331. « La propriété du sol emporte la propriété du dessus et du dessous. Le propriétaire peut faire au-dessus toutes les plantations et constructions qu'il juge à propos... » (C. civ., 552). Toutefois, les arbres, arbrisseaux et arbustes étendent assez loin leurs branches et leurs racines, de plus ils contrarient le passage de la lumière et exercent ainsi, sur les récoltes placées dans leur voisinage, une action plus ou moins nuisible rendant nécessaire une réglementation de l'exercice du droit de planter. Cette réglementation a fait l'objet des articles 671 et suivants du Code civil, modifiés par la loi du 20 août 1881.

332. La distance du fonds voisin à laquelle il est permis d'avoir des arbres, arbrisseaux ou arbustes, peut être fixée de deux façons: 1° par les règlements particuliers et usages déjà existants quand le Code civil fut promulgué (1804); 2o à défaut de ces usages et règlements, par la loi elle-même.

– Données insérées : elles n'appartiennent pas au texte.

def _spawn(kind: str, args: argparse.Namespace, csv_path: Path, plant_path: Path,
           workdir: Path, schema: str | None) -> dict[str, Any]:
    command = [sys.executable, str(Path(__file__).resolve()), "--child", kind,
               "--rows", str(args.rows), "--csv", str(csv_path), "--plant", str(plant_path),
               "--workdir", str(workdir), "--pg-url", args.pg_url]
    if schema is not None:
        command += ["--schema", schema]
    done = subprocess.run(command, capture_output=True, text=True, check=False)
    if done.returncode != 0:
        tail = "\n".join((done.stderr or done.stdout).strip().splitlines()[-6:])
        return {"error": f"{kind} failed (exit {done.returncode}):\n{tail}"}
    return json.loads(done.stdout.strip().splitlines()[-1])


def _pipeline_import_error() -> str | None:
    try:
        from ingest.pipeline import ingest_file  # noqa: F401
        from ingest.registry import import_plant_file  # noqa: F401
    except ImportError as exc:
        return f"{type(exc).__name__}: {exc}"
    return None


def _pg_reachable(url: str) -> str | None:
    from sqlalchemy import text

    from store.engine import make_engine

    try:
        engine = make_engine(url)
        with engine.connect() as conn:
            conn.execute(text("SELECT 1"))
        engine.dispose()
    except Exception as exc:  # any failure to connect
        return f"{type(exc).__name__}: {exc}"
    return None


def _report(label: str, result: dict[str, Any]) -> None:
    if "error" in result:
        print(f"{label:<44} FAILED\n{result['error']}")
        return
    rate = result["rows"] / result["seconds"]
    print(f"{label:<44} {result['rows']:>10,} rows {result['seconds']:7.2f} s "
          f"{rate:>11,.0f} rows/s  peak RSS {result['peak_rss_mb']:6.0f} MB")


def _measure(kinds: list[str], args: argparse.Namespace, csv_path: Path, plant_path: Path,
             workdir: Path, schemas: dict[str, str]) -> dict[str, dict[str, Any]]:
    results = {}
    needs_frame = any(k.endswith(("_load", "_nofk")) for k in kinds)
    if needs_frame and not (workdir / "frame.npz").exists():
        print("preparing the canonical frame for load_samples (untimed) ...", flush=True)
        prepared = _spawn("prep", args, csv_path, plant_path, workdir, None)
        if "error" in prepared:
            raise RuntimeError(prepared["error"])
    for kind in kinds:
        print(f"running {kind} ...", flush=True)
        results[kind] = _spawn(kind, args, csv_path, plant_path, workdir, schemas.get(kind))
    return results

En cette matière comme en beaucoup d'autres, les usages locaux et les règlements particuliers présentent des inconvénients et, notamment, celui de ne pas être très connus, aussi, fut-on tenté de les supprimer, lorsque, en 1881, il fut procédé à la revision des articles 666 et suivants du Code civil pour les incorporer dans le Code rural. Le gouvernement et la commission du Sénat étaient tombés d'accord sur ce point, mais. le Sénat reconnut qu'il y avait un véritable intérêt à respecter sur ce point ces règlements et usages, de sorte que, là où ils existent, ils font la loi quant à la distance. Ce n'est d'ailleurs que l'exception.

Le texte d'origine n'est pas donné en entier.